Another option would be to make the "yellow" part a torque tube, instead of a puss-pull rod.


----------



## Nick Jr (Jan 2, 2008)

AND (I'm sure you already have in the planning) a servo to operate them------------
My chuffer arrived yesterday and will install it tomorrow and have fun on the outside track, can't wait. LG


----------



## pappde (Jan 21, 2014)

Run my Fairymead first time today.
The condensate catcher worked like charm. At the end of the run the smokebox inside was clean as a whistle, without a drop of oil anywhere. Also there were no droplets anywhere outside on the loco, most likely this cleanliness is because the chuffer. The underside between the cylinders remained also clean and dry.
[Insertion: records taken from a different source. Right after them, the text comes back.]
using System.Text;
using Assay.Config;
using Assay.Fixtures;
using Assay.Input;
using Assay.Tests.Support;

namespace Assay.Tests.Hardening;

/// <summary>
/// Bad records are rejected one by one and the reading goes on: CSV/TSV records over the 1 MiB cap (at exactly the
/// cap), lone surrogate escapes and keys given twice in a JSON line. A config with a key given twice is refused.
/// </summary>
public sealed class InputRecordTests
{
    private static List<InputRecord> Read(string path) { using TextInputReader r = TextInputReader.Open(path); return [.. r.Records()]; }

    [Theory]
    [InlineData(".csv", ',')]
    [InlineData(".tsv", '\t')]
    public void Delimited_records_over_the_cap_are_rejected_at_exactly_the_cap_and_the_reading_goes_on(string extension, char separator)
    {
        using var temp = new TempFolder();
        string path = temp.File("texts" + extension);
        // Field text of exactly 1,048,576 bytes (id "a" + text) is accepted; one byte more is rejected.
        string atCap = new('x', TextInputReader.MaxRecordBytes - 1), over = new('y', TextInputReader.MaxRecordBytes);
        File.WriteAllText(path, $"id{separator}text\na{separator}{atCap}\nb{separator}{over}\nc{separator}after\n");
        List<InputRecord> records = Read(path);
        Assert.Equal(3, records.Count);
        Assert.True(records[0].Accepted);
        Assert.Equal(atCap, records[0].Text);
        Assert.Equal("record is longer than 1,048,576 bytes (1,048,577 bytes of field text)", records[1].Rejection);
        Assert.Equal(3, records[1].Line);
        Assert.Equal(("c", "after"), (records[2].Id, records[2].Text));
    }

    [Fact]
    public void A_quote_never_closed_stops_the_reading_with_the_line_and_a_reason()
    {
        using var temp = new TempFolder();
        string path = temp.File("texts.csv");
        using (var w = new StreamWriter(path))
        {
            w.Write("text\nfine\n\"never closed ");
            for (int i = 0; i < 70; i++)
            {
                w.Write(new string('z', 1 << 20));
            }
        }
        var e = Assert.Throws<TextInputException>(() => Read(path));
        Assert.Equal(3, e.Line);
        Assert.Contains("a record longer than 67,108,864 bytes (a quote that is never closed?)", e.Message, StringComparison.Ordinal);
    }

    [Fact]
    public void A_lone_surrogate_escape_or_a_key_given_twice_rejects_the_json_line()
    {
        using var temp = new TempFolder();
        string path = temp.File("texts.jsonl");
        File.WriteAllText(path, """
            {"text": "bad \ud800 x"}
            {"text": "a pair \ud83d\ude42 is fine"}
            {"text": "one", "text": "two"}
            {"text": "ok", "label": "\udc00"}
            {"text": "last"}
            """ + "\n");
        List<InputRecord> records = Read(path);
        Assert.Equal(5, records.Count);
        Assert.Equal("field \"text\" holds a lone surrogate escape (a \\uD800–\\uDFFF escape without its pair), which is not text", records[0].Rejection);
        Assert.Equal("a pair 🙂 is fine", records[1].Text);
        Assert.StartsWith("not well-formed JSON (", records[2].Rejection, StringComparison.Ordinal);
        Assert.Contains("Duplicate", records[2].Rejection, StringComparison.OrdinalIgnoreCase);
        Assert.StartsWith("field \"label\" holds a lone surrogate escape", records[3].Rejection, StringComparison.Ordinal);
        Assert.Equal("last", records[4].Text);
    }

    [Fact]
    public void A_config_with_a_key_given_twice_is_refused_naming_the_file()
    {
        using var temp = new TempFolder();
        string path = temp.File("config.json");
        SyntheticCheckpoint.WriteConfig(CheckpointSpec.Gpt2Small, path);
        string text = File.ReadAllText(path);
        File.WriteAllText(path, text.Replace("\"n_embd\": 768", "\"n_embd\": 768, \"n_embd\": 1024", StringComparison.Ordinal));
        Assert.Contains("\"n_embd\": 1024", File.ReadAllText(path), StringComparison.Ordinal);
        var e = Assert.Throws<ModelConfigException>(() => ModelConfig.Load(path));
        Assert.StartsWith(path, e.Message, StringComparison.Ordinal);
        Assert.Contains("Duplicate", e.Message, StringComparison.OrdinalIgnoreCase);
    }
}
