namespace Assay.Evaluation;

/// <summary>
/// The layout of a study folder, its one owner: the resolved study file, the study's cached parts (the subsampled
/// task, the extraction runs, the scored cells), and the report files a report writer puts beside them (tables and
/// one accuracy plot, one loss-against-cross-entropy plot and, with a layer sweep, one accuracy-by-layer plot per
/// prompt). Anything else in the folder is foreign.
/// </summary>
public static class StudyFolder
{
    /// <summary>The resolved study file as stored in the folder.</summary>
    public const string SpecFile = "study.json";

    /// <summary>The subsampled task files.</summary>
    public const string DataFolder = "data";

    /// <summary>One extraction run per model, prompt and split: runs/MODEL/PROMPT/train|test.</summary>
    public const string RunsFolder = "runs";

    /// <summary>Each cell's score and each model's cross-entropy.</summary>
    public const string CellsFolder = "cells";

    /// <summary>The report's Markdown tables.</summary>
    public const string MarkdownFile = "results.md";

    /// <summary>The report's table of every cell.</summary>
    public const string CsvFile = "results.csv";

    /// <summary>The report as one self-contained page: tables, plots inline, the study file, the models' file hashes.</summary>
    public const string HtmlFile = "report.html";

    /// <summary>The engine (version and kernel path) that computed the folder's parts, as the last run found it.</summary>
    public const string EngineFile = "engine.json";

    private const string AccuracyPrefix = "accuracy.";

    private const string LossPrefix = "loss-vs-cross-entropy.";

    private const string LayersPrefix = "layers.";

    private const string PlotSuffix = ".png";

    /// <summary>The accuracy plot of one prompt.</summary>
    public static string AccuracyPlot(string prompt) => AccuracyPrefix + prompt + PlotSuffix;

    /// <summary>The loss-against-cross-entropy plot of one prompt.</summary>
    public static string LossPlot(string prompt) => LossPrefix + prompt + PlotSuffix;

    /// <summary>The accuracy-by-layer plot of one prompt (a study with a layer sweep).</summary>
    public static string LayersPlot(string prompt) => LayersPrefix + prompt + PlotSuffix;

    /// <summary>Whether an entry of this name belongs in a study folder (a part of the study or a report file).</summary>
    internal static bool Owns(string name) =>
        Output.FolderLock.IsLockFile(name) || name is SpecFile or EngineFile or DataFolder or RunsFolder or CellsFolder or MarkdownFile or CsvFile or HtmlFile
        || (name.EndsWith(PlotSuffix, StringComparison.Ordinal)
            && (name.StartsWith(AccuracyPrefix, StringComparison.Ordinal) || name.StartsWith(LossPrefix, StringComparison.Ordinal)
                || name.StartsWith(LayersPrefix, StringComparison.Ordinal)));
}
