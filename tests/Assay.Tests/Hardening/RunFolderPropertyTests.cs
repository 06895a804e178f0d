using Assay.Features;
using Assay.Model;
using Assay.Output;
using Assay.Tests.Features;
using Assay.Tests.Output;
using Assay.Tests.Support;
using FsCheck;
using FsCheck.Fluent;

namespace Assay.Tests.Hardening;

/// <summary>
/// Property (FsCheck 3): the files an unfinished run folder holds — progress.json, rows.csv, rejects.csv, each .npy
/// (its header or its data) — mutated at the byte level, then resumed. The only outcomes allowed: the run finishes
/// with every row, or a RunFolderException that names the folder. Nothing else (no NullReferenceException, no
/// ObjectDisposedException, no IOException taken for a full disk).
/// </summary>
public sealed class RunFolderPropertyTests : IDisposable
{
    /// <summary>Cases: 80 in the default run (each resumes an extraction); <c>ASSAY_PROPERTY_CASES</c> sets more.</summary>
    private static readonly int Cases = LoaderPropertyTests.CasesOr(80);

    private static readonly string[] Files = [RunFolder.ProgressFile, RunFolder.RowsFile, RunFolder.RejectsFile, "hidden.layer2.last.npy", "cmean.npy"];

    private static readonly LanguageModel Model = LanguageModel.Open(Checkpoints.Folder(FeatureExtractorTests.Spec));

    private readonly TempFolder _temp = new();
    private readonly string _input;
    private readonly string _interrupted;

    /// <summary>One unfinished run (8 rows committed) that every case copies.</summary>
    public RunFolderPropertyTests() => (_input, _interrupted) = DamagedRunFolderTests.Interrupted(_temp);

    public void Dispose() => _temp.Dispose();

    [Fact]
    public void A_mutated_run_folder_resumes_whole_or_is_refused_naming_the_folder()
    {
        int n = 0;
        Gen<(int Seed, int Kind, int File, bool Header)> cases =
            from seed in Gen.Choose(0, int.MaxValue) from kind in Gen.Choose(0, 3) from file in Gen.Choose(0, Files.Length - 1) from header in Gen.Elements(true, false)
            select (seed, kind, file, header);
        Prop.ForAll(cases.ToArbitrary(), c =>
        {
            string run = _temp.File($"case{n++}");
            Directory.CreateDirectory(run);
            foreach (string f in Directory.GetFiles(_interrupted))
            {
                File.Copy(f, Path.Combine(run, Path.GetFileName(f)));
            }
            string path = Path.Combine(run, Files[c.File]);
            byte[] bytes = File.ReadAllBytes(path);
            if (c.Header && c.File >= 3)
            {
                // A .npy's header alone: its first 128 bytes mutated, the data kept.
                byte[] header = LoaderPropertyTests.Mutate(bytes[..128], c.Seed, c.Kind);
                bytes = [.. header, .. bytes[128..]];
            }
            else
            {
                bytes = LoaderPropertyTests.Mutate(bytes, c.Seed, c.Kind);
            }
            File.WriteAllBytes(path, bytes);
            try
            {
                RunSummary s = ExtractionRun.Execute(Model, _input, run, DamagedRunFolderTests.Options() with { Resume = true });
                Assert.Equal(40, s.Accepted);
            }
            catch (RunFolderException e)
            {
                Assert.StartsWith(run + ": ", e.Message, StringComparison.Ordinal);
            }
        }).Check(FsCheck.Config.QuickThrowOnFailure.WithMaxTest(Cases));
    }
}
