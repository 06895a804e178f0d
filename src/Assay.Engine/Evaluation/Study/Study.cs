using System.Globalization;
using System.Text.Json;
using System.Text.Json.Nodes;
using Assay.Features;
using Assay.Input;
using Assay.Model;
using Assay.Output;

namespace Assay.Evaluation;
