using Assay.Fuzz;
using Assay.Tests.Support;

namespace Assay.Tests.Hardening;

/// <summary>
/// Replays the fuzz corpus (tools/Assay.Fuzz/corpus: the seeds, the inputs AFL++ found new coverage with, and any
/// input that once broke a loader) through the same targets tools/fuzz.sh runs under afl-fuzz, so every loader keeps
/// its contract on them in the default test run: the loader's own exception naming the file, or a file that loads
/// and is usable.
/// </summary>
public sealed class FuzzCorpusTests : IDisposable
{
    private readonly TempFolder _temp = new();

    public void Dispose() => _temp.Dispose();

    public static TheoryData<string> Targets() => new(FuzzTargets.Names);

    [Theory]
    [MemberData(nameof(Targets))]
    public void Every_corpus_input_keeps_the_loader_contract(string target)
    {
        string folder = Path.Combine(AppContext.BaseDirectory, "FuzzCorpus", target);
        string[] inputs = Directory.GetFiles(folder);
        Assert.NotEmpty(inputs);
        var targets = new FuzzTargets(_temp.Path);
        foreach (string input in inputs)
        {
            try
            {
                targets.Run(target, File.ReadAllBytes(input));
            }
            catch (Exception e)
            {
                Assert.Fail($"{target} broke its contract on {Path.GetFileName(input)}: {e}");
            }
        }
    }

    [Fact]
    public void A_loader_exception_that_does_not_name_the_file_is_a_finding()
    {
        // The harness must tell a contract break from a kept contract, or the fuzz run cannot fail: a config whose
        // error names the file passes; the check itself is shown to fire on an exception that names another file.
        var targets = new FuzzTargets(_temp.Path);
        targets.Run("config", "{\"n_embd\": -1}"u8.ToArray());
        Assert.Throws<ContractBrokenException>(() => FuzzTargets.Expect<Assay.Config.ModelConfigException>(
            _temp.File("config.json"), _ => throw new Assay.Config.ModelConfigException("/elsewhere/config.json", "n_embd", "must be positive")));
        Assert.Throws<InvalidOperationException>(() => FuzzTargets.Expect<Assay.Config.ModelConfigException>(
            _temp.File("config.json"), _ => throw new InvalidOperationException("not the loader's exception")));
    }
}
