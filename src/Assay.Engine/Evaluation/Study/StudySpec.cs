using System.Globalization;
using System.Text.Json;
using System.Text.Json.Nodes;
using System.Text.RegularExpressions;

namespace Assay.Evaluation;

/// <summary>A study file is malformed or names something missing; the message names the file and the field.</summary>
public sealed class StudyException : InvalidInputException
{
    /// <summary>Creates the exception.</summary>
    public StudyException(string path, string problem, Exception? inner = null)
        : base(path, $"{path}: {problem}", inner)
    {
    }
}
As an added bonus, as the oily residue burned off in the catcher it gave a nice smoke chuffing out of the chimney.
I heed Jason's advice and even though I did not notice any overheating due to the catcher restricting heat exhaust, I will make the catcher a little bit smaller.
Will try the smaller device tomorrow.


----------



## BigRedOne (Dec 13, 2012)

Do you have any pictures of your locomotive's smoke?

If you are burning off oil, then that should be absorbing heat energy.


----------



## pappde (Jan 21, 2014)

BigRedOne said:


> If you are burning off oil, then that should be absorbing heat energy.


Yes, but it is waste energy, since it is already in the smokebox.


----------